**RECORDS FOR THIS TASK:**
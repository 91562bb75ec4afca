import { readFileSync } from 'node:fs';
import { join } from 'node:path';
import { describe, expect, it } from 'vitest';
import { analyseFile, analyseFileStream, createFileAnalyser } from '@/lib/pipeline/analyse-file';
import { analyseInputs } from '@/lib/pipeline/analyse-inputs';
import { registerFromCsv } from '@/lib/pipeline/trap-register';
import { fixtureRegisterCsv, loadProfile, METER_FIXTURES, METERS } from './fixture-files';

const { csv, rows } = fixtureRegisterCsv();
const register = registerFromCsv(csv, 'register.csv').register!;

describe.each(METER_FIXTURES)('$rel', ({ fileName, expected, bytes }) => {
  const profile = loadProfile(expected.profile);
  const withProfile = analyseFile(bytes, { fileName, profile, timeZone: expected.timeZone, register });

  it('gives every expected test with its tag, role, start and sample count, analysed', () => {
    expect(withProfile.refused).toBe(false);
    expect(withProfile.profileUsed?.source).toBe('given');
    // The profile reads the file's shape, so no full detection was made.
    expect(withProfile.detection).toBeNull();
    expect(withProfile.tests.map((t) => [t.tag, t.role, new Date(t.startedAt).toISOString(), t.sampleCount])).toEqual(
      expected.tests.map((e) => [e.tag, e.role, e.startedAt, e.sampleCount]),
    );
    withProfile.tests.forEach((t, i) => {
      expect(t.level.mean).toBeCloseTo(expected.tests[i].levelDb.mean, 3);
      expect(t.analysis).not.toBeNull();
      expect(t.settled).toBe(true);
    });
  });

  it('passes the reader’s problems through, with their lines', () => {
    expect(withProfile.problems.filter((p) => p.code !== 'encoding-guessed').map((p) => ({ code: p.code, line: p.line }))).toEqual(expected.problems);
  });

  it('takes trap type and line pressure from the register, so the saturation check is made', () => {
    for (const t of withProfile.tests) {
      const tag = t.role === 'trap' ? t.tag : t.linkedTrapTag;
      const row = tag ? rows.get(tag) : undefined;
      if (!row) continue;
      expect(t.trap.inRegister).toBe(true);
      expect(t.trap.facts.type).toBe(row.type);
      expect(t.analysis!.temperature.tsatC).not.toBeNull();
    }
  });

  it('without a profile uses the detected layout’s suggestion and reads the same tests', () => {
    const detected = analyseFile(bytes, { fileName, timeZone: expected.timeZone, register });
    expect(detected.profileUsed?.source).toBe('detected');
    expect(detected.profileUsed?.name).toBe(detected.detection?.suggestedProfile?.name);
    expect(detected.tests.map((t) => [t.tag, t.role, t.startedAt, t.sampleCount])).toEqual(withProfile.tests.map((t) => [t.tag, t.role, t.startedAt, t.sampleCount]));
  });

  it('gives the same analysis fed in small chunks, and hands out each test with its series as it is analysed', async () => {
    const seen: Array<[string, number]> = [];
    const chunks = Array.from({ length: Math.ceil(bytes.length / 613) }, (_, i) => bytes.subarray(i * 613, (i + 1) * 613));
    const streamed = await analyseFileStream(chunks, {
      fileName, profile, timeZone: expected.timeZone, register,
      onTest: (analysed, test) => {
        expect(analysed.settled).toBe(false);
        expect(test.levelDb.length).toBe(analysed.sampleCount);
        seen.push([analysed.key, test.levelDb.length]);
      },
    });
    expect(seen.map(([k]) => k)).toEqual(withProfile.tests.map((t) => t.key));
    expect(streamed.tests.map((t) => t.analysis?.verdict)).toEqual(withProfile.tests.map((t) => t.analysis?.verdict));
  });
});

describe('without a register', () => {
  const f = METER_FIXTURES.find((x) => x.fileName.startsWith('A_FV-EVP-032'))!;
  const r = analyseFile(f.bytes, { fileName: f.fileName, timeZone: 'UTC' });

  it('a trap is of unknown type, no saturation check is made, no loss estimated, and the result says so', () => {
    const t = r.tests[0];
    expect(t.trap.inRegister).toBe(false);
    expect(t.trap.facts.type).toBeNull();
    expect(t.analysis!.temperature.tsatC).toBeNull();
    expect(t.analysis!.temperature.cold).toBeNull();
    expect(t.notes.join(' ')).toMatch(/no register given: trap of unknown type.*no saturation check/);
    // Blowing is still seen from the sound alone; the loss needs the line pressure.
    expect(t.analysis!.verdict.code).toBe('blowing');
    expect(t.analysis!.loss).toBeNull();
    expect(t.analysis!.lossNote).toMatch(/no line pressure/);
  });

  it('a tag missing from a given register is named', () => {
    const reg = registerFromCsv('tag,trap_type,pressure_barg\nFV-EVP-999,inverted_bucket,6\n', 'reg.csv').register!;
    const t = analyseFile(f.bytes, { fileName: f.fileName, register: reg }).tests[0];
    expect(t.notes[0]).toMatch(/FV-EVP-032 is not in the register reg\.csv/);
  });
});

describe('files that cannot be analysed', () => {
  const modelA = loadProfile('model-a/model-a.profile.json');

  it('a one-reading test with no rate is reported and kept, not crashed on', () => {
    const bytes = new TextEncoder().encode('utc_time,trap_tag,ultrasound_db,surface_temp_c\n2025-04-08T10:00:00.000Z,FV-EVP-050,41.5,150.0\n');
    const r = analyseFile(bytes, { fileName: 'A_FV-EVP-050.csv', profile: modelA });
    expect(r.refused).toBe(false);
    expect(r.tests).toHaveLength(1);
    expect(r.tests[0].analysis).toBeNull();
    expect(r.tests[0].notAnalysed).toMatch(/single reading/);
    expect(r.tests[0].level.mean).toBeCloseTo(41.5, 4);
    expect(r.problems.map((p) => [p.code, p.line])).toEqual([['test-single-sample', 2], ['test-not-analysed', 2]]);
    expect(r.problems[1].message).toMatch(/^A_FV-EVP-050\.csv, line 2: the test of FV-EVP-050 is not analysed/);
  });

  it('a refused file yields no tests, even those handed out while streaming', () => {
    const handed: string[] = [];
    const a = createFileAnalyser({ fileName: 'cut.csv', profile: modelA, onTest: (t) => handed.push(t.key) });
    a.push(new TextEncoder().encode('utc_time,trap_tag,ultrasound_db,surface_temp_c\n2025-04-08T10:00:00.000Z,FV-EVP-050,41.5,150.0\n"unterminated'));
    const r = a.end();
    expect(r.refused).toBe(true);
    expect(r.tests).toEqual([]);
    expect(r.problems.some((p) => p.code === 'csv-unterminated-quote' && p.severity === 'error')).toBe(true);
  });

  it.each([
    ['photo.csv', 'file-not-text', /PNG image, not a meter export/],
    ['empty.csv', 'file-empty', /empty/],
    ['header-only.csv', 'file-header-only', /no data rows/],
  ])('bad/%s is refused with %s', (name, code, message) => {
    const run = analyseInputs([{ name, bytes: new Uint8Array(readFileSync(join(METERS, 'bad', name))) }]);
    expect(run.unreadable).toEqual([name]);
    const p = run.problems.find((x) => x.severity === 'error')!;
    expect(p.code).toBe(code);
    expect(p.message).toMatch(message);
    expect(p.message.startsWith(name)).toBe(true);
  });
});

**YOUR ASSIGNMENT:** Across the material above, how many lines contain the string "loadProfile"? The reply should be that number alone.

**FINISHED TASK:** 3